Bigger voltage and higher frequency = stronger magnet, larger area of coil, more turns on coil, faster movement.

AC generators = rotate a coil in magnetic field.

Kinetic energy to electrical energy. 

As coil spins, current induced in coil - changes direction every half turn. 

Slip rings and brushes - contacts don't swap.

Produce AC voltage.

Dynamos = rotate magnet, not coil - used on bike lights.

Step up = voltage up, more turns on secondary coil than primary.

Step down = voltage down, more turns to primary coil than secondary.

1. Primary coil produces magnetic field within iron core - passes through secondary coil.

2. AC in primary coil so magnetic field in iron core is alternating too.

3. Magnetic field lines cut by secondary coil.

4. Induces alternating voltage in secondary coil - same frequency as alternating current in primary = electromagnetic induction. 

But only works with AC - with DC supply, there would be magnetic field, but not constantly changing so no induction of voltage in secondary coil.

Iron core carries magnetic field NOT current. 

Primary voltage           =     Number of turns on primary

Secondary voltage             Number of turns on secondary 

Can be rearranged.

Transmit a lot of power = high voltage or current - P=VI

High current = loss of power due to resistance in cables.

Power loss formula = P=I^2R 

Cheaper to boost voltage and keep current low.

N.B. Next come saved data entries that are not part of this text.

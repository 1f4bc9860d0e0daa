"""Units at the edges of fuelair: one table of some sixty units, and the reading of what a person writes.

Inside, everything is SI, with three conventions of the trade: angles are degrees, speed is
revolutions per second (rev/s, that is 1/s), molar mass is kg/kmol. :func:`parse` turns text or a plain number into such a
number. Other rooms import these names from `fuelair.quantities`.

Units are converted in exact rational arithmetic and rounded once, so ``"86 mm"`` is exactly
``0.086`` and ``"2.9 bar"`` exactly ``290000.0``.
"""

from __future__ import annotations

import difflib
import math
import re
from collections.abc import Mapping
from dataclasses import dataclass
from fractions import Fraction
from numbers import Real
from types import MappingProxyType
from typing import Final, NoReturn

from fuelair.errors import InputError, Problem

STANDARD_ATMOSPHERE: Final = 101325.0
"""Pressure [Pa] that gauge units add when no ambient pressure is stated (ISO 2533, sea level)."""

_LONGEST = 60  # characters of a value with its unit; longer text is a mistake, not a number


@dataclass(frozen=True, slots=True)
class Unit:
    """One unit: ``SI = number * factor + offset``, and plus the ambient pressure if ``gauge``."""

    name: str
    dimension: str
    factor: Fraction
    offset: Fraction = Fraction(0)
    gauge: bool = False

    def to_si(self, number: Fraction | float, *, ambient_pressure: float = STANDARD_ATMOSPHERE) -> float:
        """Return ``number`` of this unit in SI, rounded once."""
        ambient = Fraction(ambient_pressure) if self.gauge else Fraction(0)
        return _rounded(_exact(number) * self.factor + self.offset + ambient)

    def from_si(self, value: float, *, ambient_pressure: float = STANDARD_ATMOSPHERE) -> float:
        """Return the SI ``value`` in this unit, rounded once."""
        ambient = Fraction(ambient_pressure) if self.gauge else Fraction(0)
        return _rounded((_exact(value) - self.offset - ambient) / self.factor)


def _rounded(number: Fraction) -> float:
    try:
        return float(number)
    except OverflowError:
        return math.inf if number > 0 else -math.inf


def _exact(number: Fraction | float) -> Fraction:
    """The decimal that a person sees: 0.1 is one tenth, not its binary neighbour."""
    return number if isinstance(number, Fraction) else Fraction(repr(float(number)))


_POUND_FORCE = Fraction("4.4482216152605")  # N, exact by definition
_INCH = Fraction(254, 10000)  # m, exact by definition
_HORSEPOWER = 550 * Fraction("0.3048") * _POUND_FORCE  # W
_KELVIN = Fraction("273.15")
_TURN = Fraction(math.pi) * 2

# One line a dimension. The first unit is the one stored; a plain number is in it.
_FACTORS: Final[dict[str, dict[str, Fraction | int | str]]] = {
    "pressure": {"Pa": 1, "hPa": 100, "kPa": 1000, "MPa": 10**6, "bar": 10**5, "mbar": 100,
                 "psi": _POUND_FORCE / _INCH**2, "atm": 101325, "mmHg": "133.322387415"},
    "temperature": {"K": 1, "degC": 1, "degF": Fraction(5, 9)},
    "ratio": {"1": 1, "%": "0.01", "permille": "0.001", "ppm": "0.000001"},
    "length": {"m": 1, "mm": "0.001", "cm": "0.01", "um": "0.000001", "km": 1000, "in": _INCH, "ft": 12 * _INCH},
    "speed": {"rev/s": 1, "1/s": 1, "rpm": Fraction(1, 60), "1/min": Fraction(1, 60), "rev/min": Fraction(1, 60),
              "rad/s": 1 / _TURN},
    "angle": {"deg": 1, "rad": 360 / _TURN},
    "area": {"m2": 1, "cm2": "0.0001", "mm2": "0.000001"},
    "volume": {"m3": 1, "L": "0.001", "l": "0.001", "dm3": "0.001", "cm3": "0.000001", "mm3": "0.000000001"},
    "mass": {"kg": 1, "g": "0.001", "mg": "0.000001", "t": 1000},
    "time": {"s": 1, "ms": "0.001", "h": 3600},
    "energy": {"J": 1, "kJ": 1000, "MJ": 10**6, "kWh": 3600000},
    "power": {"W": 1, "kW": 1000, "MW": 10**6, "hp": _HORSEPOWER},
    "specific energy": {"J/kg": 1, "kJ/kg": 1000, "MJ/kg": 10**6, "J/g": 1000, "kWh/kg": 3600000},
    "specific heat capacity": {"J/(kg K)": 1, "J/kgK": 1, "kJ/(kg K)": 1000, "kJ/kgK": 1000},
    "density": {"kg/m3": 1, "g/cm3": 1000, "kg/L": 1000, "kg/l": 1000, "g/L": 1},
    "specific volume": {"m3/kg": 1, "L/kg": "0.001"},
    "molar mass": {"kg/kmol": 1, "g/mol": 1, "kg/mol": 1000},
    "expansivity": {"1/K": 1},
    "mass flow": {"kg/s": 1, "g/s": "0.001", "kg/h": Fraction(1, 3600), "t/h": Fraction(1000, 3600)},
    "mass per energy": {"kg/J": 1, "g/kWh": Fraction(1, 3600000000), "g/MJ": Fraction(1, 10**9)},
    "torque": {"Nm": 1, "kNm": 1000},
}  # fmt: skip
_OFFSETS: Final = {"degC": _KELVIN, "degF": Fraction("459.67") * Fraction(5, 9)}
_GAUGED: Final = ("bar", "mbar", "kPa", "MPa", "psi")


def _build_units() -> dict[str, dict[str, Unit]]:
    units = {
        dimension: {n: Unit(n, dimension, Fraction(f), _OFFSETS.get(n, Fraction(0))) for n, f in factors.items()}
        for dimension, factors in _FACTORS.items()
    }
    for name in _GAUGED:
        units["pressure"][f"{name}(g)"] = Unit(f"{name}(g)", "pressure", Fraction(_FACTORS["pressure"][name]), gauge=True)
    return units


UNITS: Final[Mapping[str, Mapping[str, Unit]]] = MappingProxyType(_build_units())
"""Dimension to its units by name; the first unit of each is the stored one."""

_NUMBER = r"[+-]?(?:[0-9]+\.?[0-9]*|\.[0-9]+)(?:[eE][+-]?[0-9]{1,3})?"
_WITH_UNIT = re.compile(rf"({_NUMBER})\s*(.*)")
_PROPORTION = re.compile(rf"({_NUMBER})\s*:\s*({_NUMBER})")
_COMMA = re.compile(r"[0-9],[0-9]")


def stored_unit(dimension: str) -> str:
    """Return the name of the unit in which fuelair stores a dimension, e.g. ``"Pa"``."""
    return next(iter(UNITS[dimension]))


def parse(value: object, dimension: str, *, ambient_pressure: float = STANDARD_ATMOSPHERE, difference: bool = False) -> float:
    """Read a plain number, or text with number and unit.

    Parameters
    ----------
    value : a plain number, taken as stored units already, or text with number and unit, e.g.
        ``"2.9 bar"``, ``"47 degC"``, ``"35 %"``; for the dimension ``ratio`` also ``"0.6"`` and ``"17:1"``.
    dimension : a key of :data:`UNITS`.
    ambient_pressure : [Pa] added to gauge units such as ``bar(g)``.
    difference : the value is a width, so that ``"3 degC"`` is 3 K and ``"0.2 bar(g)"`` 0.2 bar.

    Returns
    -------
    The number in stored units: SI; angles in degrees, speed in rev/s, molar mass in kg/kmol.

    Raises
    ------
    InputError : not a finite number, no unit, a unit of another dimension, anything else in the text.

    >>> parse("86 mm", "length"), parse("2.9 bar", "pressure"), parse("17:1", "ratio")
    (0.086, 290000.0, 17.0)
    """
    if isinstance(value, bool) or not isinstance(value, (Real, str)):
        _refuse("neither a number nor text with a unit", value, dimension, _example(dimension))
    if not isinstance(value, str):
        return _plain(value, dimension)
    if len(value) > _LONGEST:
        _refuse("text far too long for a number with a unit", value[:_LONGEST] + " ...", dimension, _example(dimension))
    text = _normal(value)
    if dimension == "ratio" and (pair := _PROPORTION.fullmatch(text)):
        return _proportion(value, pair[1], pair[2])
    match = _WITH_UNIT.fullmatch(text)
    if match is None:
        _refuse_text(value, text, dimension)
    number, name = match[1], match[2]
    if _COMMA.match(text[len(number) - 1 :]):
        point, none = text.replace(",", "."), text.replace(",", "")
        hint = f'"{point}" with a decimal point, or "{none}" without a thousands separator'
        _refuse("comma in a number", value, dimension, hint)
    if not name and dimension != "ratio":
        _refuse("number in text without a unit", value, dimension, f'"{number} {_common(dimension)}"')
    unit = UNITS[dimension].get(name or "1")
    if unit is None:
        _refuse_unit(value, number, name, dimension)
    if not math.isfinite(float(number)):
        _refuse("not a finite number", value, dimension, _example(dimension))
    exact = Fraction(number)
    result = _rounded(exact * unit.factor) if difference else unit.to_si(exact, ambient_pressure=ambient_pressure)
    if not math.isfinite(result):
        _refuse("number too large", value, dimension, _example(dimension))
    return result


def is_gauge(value: object) -> bool:
    """Say whether ``value`` is text that ends in a gauge unit such as ``bar(g)``."""
    return isinstance(value, str) and _normal(value).endswith("(g)")


def _plain(value: Real, dimension: str) -> float:
    try:
        number = float(value)
    except OverflowError:
        number = math.inf
    if not math.isfinite(number):
        _refuse("not a finite number", str(number), dimension, _example(dimension))
    return number


def _proportion(value: str, above: str, below: str) -> float:
    top, bottom = float(above), float(below)
    if not (math.isfinite(top) and math.isfinite(bottom)) or bottom <= 0:
        _refuse("not a proportion of two positive numbers", value, "ratio", '"17:1"')
    result = _rounded(Fraction(above) / Fraction(below))
    if not math.isfinite(result):
        _refuse("number too large", value, "ratio", '"17:1"')
    return result


_LOOKALIKES: Final = str.maketrans({"\u00b5": "u", "\u03bc": "u", "\u00b0": "deg", "\u2212": "-", "\u2030": "permille"})


def _normal(text: str) -> str:
    """Bring signs that look alike to one spelling: degree, micro, minus, middle dot, raised 2 and 3, spaces."""
    plain = text.translate(_LOOKALIKES)
    plain = re.sub("(?<=[A-Za-z])[\u00b7\u22c5](?=[A-Za-z])", " ", plain)
    plain = re.sub("(?<=[A-Za-z])\u00b2", "2", re.sub("(?<=[A-Za-z])\u00b3", "3", plain))
    return " ".join(plain.split())


def _common(dimension: str) -> str:
    """The unit that a person would most likely write."""
    likely = {"pressure": "bar", "length": "mm", "speed": "rpm", "specific energy": "MJ/kg", "mass": "g", "ratio": "%"}
    return likely.get(dimension, stored_unit(dimension))


def _example(dimension: str) -> str:
    numbers = {"pressure": "2.9", "temperature": "335", "length": "86", "speed": "1500", "angle": "-120", "ratio": "35"}
    return f'"{numbers.get(dimension, "1.5")} {_common(dimension)}"'


def _refuse(message: str, value: object, dimension: str, hint: str) -> NoReturn:
    what = "a plain number or text with one of" if dimension == "ratio" else "number with unit, one of"
    raise InputError(Problem(message, value=value, allowed=f"{what} {', '.join(UNITS[dimension])}", hint=hint))


def _refuse_text(value: str, text: str, dimension: str) -> NoReturn:
    if text.lower().lstrip("+-").startswith(("nan", "inf")):
        _refuse("not a finite number", value, dimension, _example(dimension))
    if text in UNITS[dimension]:
        _refuse(f"unit {text} without a number", value, dimension, f'"1.5 {text}"')
    _refuse("not a number with a unit", value, dimension, _example(dimension))


def _refuse_unit(value: str, number: str, name: str, dimension: str) -> NoReturn:
    own = UNITS[dimension]
    if name.startswith(":"):
        hint = _example(dimension) if dimension != "ratio" else '"17:1"'
        _refuse("a proportion such as 17:1 carries no unit", value, dimension, hint)
    known = next((other for other, units in UNITS.items() if name in units), None)
    if known is not None:
        _refuse(f"{name} is a unit of {known}, not of {dimension}", value, dimension, f'"{number} {_common(dimension)}"')
    by_lower = {unit.lower(): unit for unit in reversed(list(own))} | _ALIASES.get(dimension, {})
    near = difflib.get_close_matches(name.lower(), by_lower, n=1, cutoff=0.5)
    hint = f'"{number} {by_lower[near[0]]}"' if near else _example(dimension)
    _refuse(f"unknown unit {name!r}", value, dimension, hint)


# What people write that is not accepted because it is ambiguous or sloppy, and the unit it points to.
_ALIASES: Final[dict[str, dict[str, str]]] = {
    "temperature": {"c": "degC", "celsius": "degC", "f": "degF", "kelvin": "K", "degk": "K"},
    "pressure": {"barg": "bar(g)", "psig": "psi(g)", "bara": "bar", "psia": "psi", "torr": "mmHg"},
    "ratio": {"percent": "%", "pct": "%"},
    "speed": {"hz": "1/s", "r/min": "rpm", "u/min": "rpm"},
    "angle": {"degrees": "deg", "degca": "deg", "ca": "deg"},
    "length": {"inch": "in", '"': "in", "meter": "m", "metre": "m"},
}


def in_unit(value: float, unit: str, dimension: str, *, digits: int = 6) -> str:
    """Return an SI value as text in a unit, e.g. ``in_unit(290000.0, "bar", "pressure")`` is ``"2.9 bar"``."""
    number = UNITS[dimension][unit].from_si(value)
    return f"{number:.{digits}g}" if unit == "1" else f"{number:.{digits}g} {unit}"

National Grid = step up transformer increases voltage at one, then use step down transformer to bring back down to safe levels before supplying to houses = more efficient.

Stars form from nebula = clouds of gas and dust. Spiral in due to gravitational attraction. Gravity compresses matter = intense heat, sets off nuclear fusion. Other lumps form = planets which orbit star.

Billions of stars in Milky Way galaxy.

Gravity keeps stars together in a galaxy. All galaxies rotate. 

Universe has billions of galaxies.

Early universe = only hydrogen - atoms clump to form stars.

In cores of stars, nuclear fusion takes place - hydrogen nuclei combine to form helium nuclei. 

Hydrogen runs out = helium nuclei fuse = form heavier elements = in red giant stars. Helium runs out = carbon, oxygen and neon combine to form silicon. Big stars = nuclear fusion until iron is formed.

End of lives = massive stars explode = all elements formed = supernova. Dust and gas from supernova can form new planets and stars. 

1. Form from nebula - force of gravity forces nebula to spiral in. Gravitational energy to heat energy.

2. Starts nuclear fusion - form helium nuclei, gives out heat and light. Long stable period when heat from nuclear fusion makes outward pressure - balances gravity pulling star inwards = main sequence. Lasts millions of years, sun in this period. 

3. Hydrogen runs out - star swells = red giant. Star cools.

4. Small star then cools, contracts = white dwarf. Light fades completely becomes black dwarf.

5. Big stars glow brightly again, undergo more fusion, expand and contract again, then explode in supernova.

6. Supernova throws out dust and gas, leaves dense core = neutron star, or if massive enough, black hole. 

7. Dust and gas can become second generation stars.

8. Matter from which stars are made of = million of times denser than matter on Earth as gravity so strong it crushes atoms.